1. Nowhere in his affidavit, deposition or testimony did McGrath claim he was too intoxicated to be able to form the intent to injure Hayes.
2. No witness who observed McGrath on the evening in question testified that his conduct or conversation demonstrated any inability to form the intent to injure. This is in sharp contrast to the testimony often present in connection with DWI arrests where the defendant is incoherent, cannot perform simple physical or mental tests, or is confused as to time, place and date.
3. McGrath's detailed accounts of the events on the evening in question, the people he talked to, the things he did *179 including leaving the scene of the shooting, going home, disposing of the gun and calling a distinguished defense attorney are totally inconsistent with the destruction of his rational faculties by alcohol.
We see no distinction between the existence of the capacity to form intent in a criminal case and a civil case. It is well settled that to secure an intoxication instruction in a criminal case there must be substantial evidence of the effects of the alcohol on the defendant's mind or body.
In every case requiring an intoxication instruction, there has been substantial evidence of the effects of the defendant's drinking. E.g., State v. Rice, 102 Wash. 2d 120, 683 P.2d 199 (1984) (slurred speech, lack of coordination, inability to feel pain); State v. Brooks, 97 Wash. 2d 873, 651 P.2d 217 (1982) (lack of coordination, swallowed a spider); State v. Jones, [95 Wash. 2d 616, 628 P.2d 472 (1981)] (eyes glassy, speech slurred, considered drunk by arresting officers); State v.

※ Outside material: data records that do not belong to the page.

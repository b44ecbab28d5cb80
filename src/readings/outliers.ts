import { requireNotNegative } from "../numeric/check.ts";
import { studentQuantile } from "./studentT.ts";

export interface OutlyingReading {
  /** Place of the reading in `shifts`. */
  readonly index: number;
  /** How far the reading lies from where the others put it, same unit as the values. */
  readonly shift: number;
  /** Student's t of that shift, and the limit it exceeded. */
  readonly t: number;
  readonly limit: number;
}

/**
 * The one reading, if any, that no longer fits the rest.
 *
 * Each column of `shifts` says how a unit error of one reading would move the values, all means being taken out
 * already. The shift x of a reading is fitted and its t is held against Student's quantile at
 * significance/(2 readings) (Bonferroni). Where each reading moves just its own value this is Grubbs' test; the
 * general form also finds a bad reading that two neighbouring differences share.
 *
 * Source: Grubbs 1969, Technometrics 11, 1-21; as a mean-shift test Cook & Weisberg 1982, Residuals and Influence
 *         in Regression, section 2.2.2 (both from memory)
 * Valid:  one outlier; two of the same size hide each other. Nothing is dropped here.
 *
 * @param values            deviations from their mean
 * @param shifts            one row a reading: change of each value per unit of error, means taken out
 * @param degreesOfFreedom  of the values: their number less the means taken out
 * @param significance      chance to flag a good set, default 0.05
 * @param leastShift        a smaller shift is never an outlier (repeatability of the bench), default 0
 * @returns the reading with the largest t where it exceeds its limit and leastShift, otherwise undefined
 * @throws RangeError on a significance outside (0, 1)
 */
export function outlyingReading({
  values,
  shifts,
  degreesOfFreedom,
  significance = 0.05,
  leastShift = 0,
}: {
  readonly values: readonly number[];
  readonly shifts: readonly (readonly number[])[];
  readonly degreesOfFreedom: number;
  readonly significance?: number;
  readonly leastShift?: number;
}): OutlyingReading | undefined {
  requireNotNegative("leastShift", leastShift);
  if (!(significance > 0 && significance < 1)) {
    throw new RangeError(`significance must lie between 0 and 1, got ${significance}`);
  }
  const remaining = degreesOfFreedom - 1;
  if (remaining < 1) return undefined;
  const total = dot(values, values);
  const limit = studentQuantile(1 - significance / (2 * shifts.length), remaining);
  let worst: OutlyingReading | undefined;
  shifts.forEach((row, index) => {
    const length = dot(row, row);
    if (length < 1e-12) return;
    const shift = dot(row, values) / length;
    const explained = shift * shift * length;
    const rest = Math.max(0, total - explained);
    const t = Math.sqrt((remaining * explained) / rest);
    if (t > limit && Math.abs(shift) > leastShift && t > (worst?.t ?? 0)) worst = { index, shift, t, limit };
  });
  return worst;
}

function dot(a: readonly number[], b: readonly number[]): number {
  return a.reduce((sum, value, i) => sum + value * b[i]!, 0);
}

Washington, 34 Wash. App. 410, 661 P.2d 605 (1983) (erratic driving, considered drunk by police).
It is evident to us that the law stated in State v. Simmons, [30 Wash. App. 432, 635 P.2d 745 (1981), review denied, 97 Wash. 2d 1047 (1982)] is unchanged, and that the failure of recent opinions to mention the effect requirement was inadvertent. The evidence here did not support the requested instruction.
(Footnote omitted.) State v. Sandomingo, 39 Wash. App. 709, 713-14, 695 P.2d 592 (1985).
[6, 7] The court's ruling on the admission of testimony under ER 702 and 703 is reviewed for an abuse of discretion. Discretion is abused when it is manifestly unreasonable or exercised on untenable grounds or for untenable reasons.[21] Lacking an adequate foundation, it was an abuse of discretion to admit Dr. Vath's testimony.
We reverse the summary judgments and remand for further proceedings consistent with this opinion.
COLEMAN and AGID, JJ., concur.
Review denied at 118 Wash. 2d 1010 (1992).
NOTES
[1] Frounfelter was a companion of Hayes on that evening.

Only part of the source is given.